April Fool's Day joke English

Jokes are short in length, simple and ingenious in story, often unexpected, giving people a wonderful feeling of being suddenly enlightened. Most of them reveal absurd phenomena in life, which are ironic and entertaining. There are different tastes. The following is the April Fool's joke English I compiled for reference only. Let's have a look.

April Fool's Joke English 1 I have his ears in my pocket. The English version of April Fool's Joke is for you who love to laugh.

Young and naive

Jimmy is three years old.

Jimmy is three years old.

One day, when night fell, he was staring out of the window. He suddenly shouted, "mom, mom, come and close the window!" "

One day, he looked out of the window and night fell. He suddenly shouted, "mom, mom, come and close the window!" " "

"Why? Not cold, Sonny. "

"Why? Not cold, baby. "

"Yes, Mom, but night will come."

"Yes, Mom, but the night will come."

Fast landing

A man I know towed his boat home after fishing in Lake Huron when his car broke down. He didn't have his cell phone with him, but he thought maybe he could use his maritime radio to call for roadside assistance. He climbed into his boat, turned on the radio and said, "Help, help." A Coast Guard officer came up and said, "Report your position." "Interstate 75, two miles south of standish." After a long time, the policeman asked, "How fast did you get to the shore?"

After fishing in Lake Huron, a friend of mine drove home in his boat. The car broke down on the road. He didn't bring his mobile phone, but he thought maybe he could ask for highway assistance by maritime radio. So he climbed into his boat, turned on the wireless device and shouted, "Help, help". A Coast Guard officer responded, "Report your position". Interstate 75, two miles south of standish. After a long silence, the police officer asked my friend, "How fast did your boat go when it landed?"

The rabbit in the refrigerator.

A lady opened her refrigerator and saw a rabbit sitting on one of the shelves. "What are you doing in it?" She asked.

A lady opened the refrigerator door and found a rabbit sitting on one of the partitions. She asked it, "What are you doing there?"

The rabbit replied, "Is this Westinghouse's?"

The rabbit replied, "This is Westinghouse Electric Company, isn't it?" (Westinghouse, Westinghouse Electric Company)

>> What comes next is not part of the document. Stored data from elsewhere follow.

"""Cost of each encoder: medians per model and per-dataset ratios against a reference."""

from __future__ import annotations

import numpy as np
import pandas as pd

from harness.errors import ConfigError
from harness.stats._common import ok_rows

# ---------------------------------------------------------------------------------- cost
def cost_table(results: pd.DataFrame, *, reference: str | None = None,
               model_column: str = "model") -> pd.DataFrame:
    """Median cost per encoder and model, and each cost relative to a reference encoder.

    ``encoder_s = encoder_fit_s + encoder_transform_s``; ``total_s = encoder_s +
    model_fit_s``. Medians are over all ok rows (folds, repeats, datasets); the relative
    columns divide by the reference encoder's median under the same model. An absent
    cost column gives NaN.

    Returns
    -------
    DataFrame
        Columns ``encoder, <model_column>, encoder_s, model_fit_s, total_s,
        n_features_out, encoded_mb, n_rows`` and, with a reference, the same cost columns
        suffixed ``_rel``.

    Raises
    ------
    ConfigError
        If ``reference`` is not an encoder of the table.
    """
    df = ok_rows(results)
    cols = {c: (df[c].astype(float) if c in df.columns else pd.Series(np.nan, df.index))
            for c in ("encoder_fit_s", "encoder_transform_s", "model_fit_s",
                      "n_features_out", "encoded_mb")}
    enc_s = cols["encoder_fit_s"] + cols["encoder_transform_s"]
    work = pd.DataFrame({"encoder": df["encoder"], model_column: df[model_column],
                         "encoder_s": enc_s, "model_fit_s": cols["model_fit_s"],
                         "total_s": enc_s + cols["model_fit_s"],
                         "n_features_out": cols["n_features_out"],
                         "encoded_mb": cols["encoded_mb"]})
    keys = ["encoder", model_column]
    out = work.groupby(keys).median()
    out["n_rows"] = work.groupby(keys).size()
    if reference is not None:
        if reference not in out.index.get_level_values("encoder"):
            raise ConfigError(f"reference encoder '{reference}' is not in the results; "
                              f"allowed: {', '.join(sorted(map(str, df['encoder'].unique())))}.")
        ref = out.xs(reference, level="encoder")
        measures = ["encoder_s", "model_fit_s", "total_s", "n_features_out", "encoded_mb"]
        rel = out[measures].div(ref[measures], level=model_column)
        out = out.join(rel.add_suffix("_rel"))
    return out.reset_index()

The lady confirmed, "Yes."

The lady confirmed, "That's right."

"Well," said the rabbit, "I'm going west."

The rabbit said, "Yes, I just want to go west."

Rabbit: Are you sure this special bottle of carrot juice can cure me?

Rabbit: Are you sure this special bottle of carrot juice can cure my illness?

Doctor: Of course. No rabbit will come back for another one.

Doctor: Of course, none of the rabbits who have drunk wine want a second bottle.

Bunny: Mom, where am I from?

Rabbit: Mom, where am I from?

Mother Rabbit: I'll tell you when you are older.

Mother rabbit: I'll tell you when you grow up.

Bunny: Oh, Mom, please tell me now.

Oh, mom, please tell me now.

Mother Rabbit: If you must know, you were pulled out of the magician's hat.

Mother Rabbit: If you must know, I will tell you that you were dragged out of the magician's hat.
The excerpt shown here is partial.